Return the line that contains "export function meanOf(values: Float64Array): number" plus every line after it to the end of the entries below, exactly as given, and stop there.

======== INPUT RECORDS

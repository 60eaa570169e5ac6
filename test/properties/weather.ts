// Runs the weather of a model and keeps its slots: what rates are multiplied by, or the values of parameters that vary.
import { planSlots } from '../../src/compile/weather/slots.ts';
import { openOwnImage } from '../../src/kernel/open.ts';
import type { CompiledModel } from '../../src/pipeline.ts';

export interface Weather {
  /** Values of a quantity in a patch at a step (1-based), one a replicate, on its own scale. */
  readonly of: (name: string, patch: string, step?: number) => Float64Array;
  /** The same of the slot of a response, as multiples of its value at the means. */
  readonly ofResponse: (name: string, patch: string, step?: number) => Float64Array;
}

export function runWeather(compiled: CompiledModel, replicates: number, steps = 1): Weather {
  const { model, image } = compiled;
  const plan = planSlots(model);
  const patches = model.patches.length;
  const machine = openOwnImage(image);
  const size = plan.count * patches;
  const kept = new Float64Array(steps * size * replicates);
  for (let first = 0; first < replicates; first += 16) {
    const numbers = new Uint32Array(machine.memory.buffer, machine.replicates(), 16);
    for (let lane = 0; lane < 16; lane++) numbers[lane] = first + lane;
    machine.start(16, 99, 0);
    for (let step = 0; step < steps; step++) {
      machine.step();
      const slots = new Float64Array(machine.memory.buffer, machine.slotNumbers(), size * 16);
      for (let i = 0; i < size; i++)
        kept.set(slots.subarray(i * 16, i * 16 + 16), (step * size + i) * replicates + first);
    }
  }
  const at = (slot: number, patch: string, step: number): Float64Array => {
    const p = model.patches.findIndex(({ name }) => name === patch);
    const from = ((step - 1) * size + slot * patches + p) * replicates;
    return kept.slice(from, from + replicates);
  };
  return {
    of: (name, patch, step = 1) => {
      const k = model.variation!.varied.findIndex((one) => one.name === name);
      const varied = model.variation!.varied[k]!;
      const p = model.patches.findIndex((one) => one.name === patch);
      const scale = varied.of.kind === 'rate' ? varied.mean.epochs[0]![p]! : 1;
      return at(plan.varied[k]!, patch, step).map((value) => value * scale);
    },
    ofResponse: (name, patch, step = 1) =>
      at(plan.responses[model.variation!.responses.findIndex((one) => one.name === name)]!, patch, step),
  };
}

export function meanOf(values: Float64Array): number {
  return values.reduce((a, b) => a + b, 0) / values.length;
}

export function sdOf(values: Float64Array): number {
  const mean = meanOf(values);
  return Math.sqrt(values.reduce((sum, value) => sum + (value - mean) ** 2, 0) / (values.length - 1));
}

export function correlationOf(a: Float64Array, b: Float64Array): number {
  const [meanA, meanB] = [meanOf(a), meanOf(b)];
  const covariance = a.reduce((sum, value, i) => sum + (value - meanA) * (b[i]! - meanB), 0) / (a.length - 1);
  return covariance / (sdOf(a) * sdOf(b));
}

/** Largest difference of a correlation r from n pairs at which a test fails by chance less than once in 1e8. */
export function correlationBound(r: number, n: number): number {
  return (5.8 * (1 - r * r)) / Math.sqrt(n) + 30 / n;
}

================

▶ **TASK RESULT**:
export function meanOf(values: Float64Array): number {
  return values.reduce((a, b) => a + b, 0) / values.length;
}

export function sdOf(values: Float64Array): number {
  const mean = meanOf(values);
  return Math.sqrt(values.reduce((sum, value) => sum + (value - mean) ** 2, 0) / (values.length - 1));
}

export function correlationOf(a: Float64Array, b: Float64Array): number {
  const [meanA, meanB] = [meanOf(a), meanOf(b)];
  const covariance = a.reduce((sum, value, i) => sum + (value - meanA) * (b[i]! - meanB), 0) / (a.length - 1);
  return covariance / (sdOf(a) * sdOf(b));
}

/** Largest difference of a correlation r from n pairs at which a test fails by chance less than once in 1e8. */
export function correlationBound(r: number, n: number): number {
  return (5.8 * (1 - r * r)) / Math.sqrt(n) + 30 / n;
}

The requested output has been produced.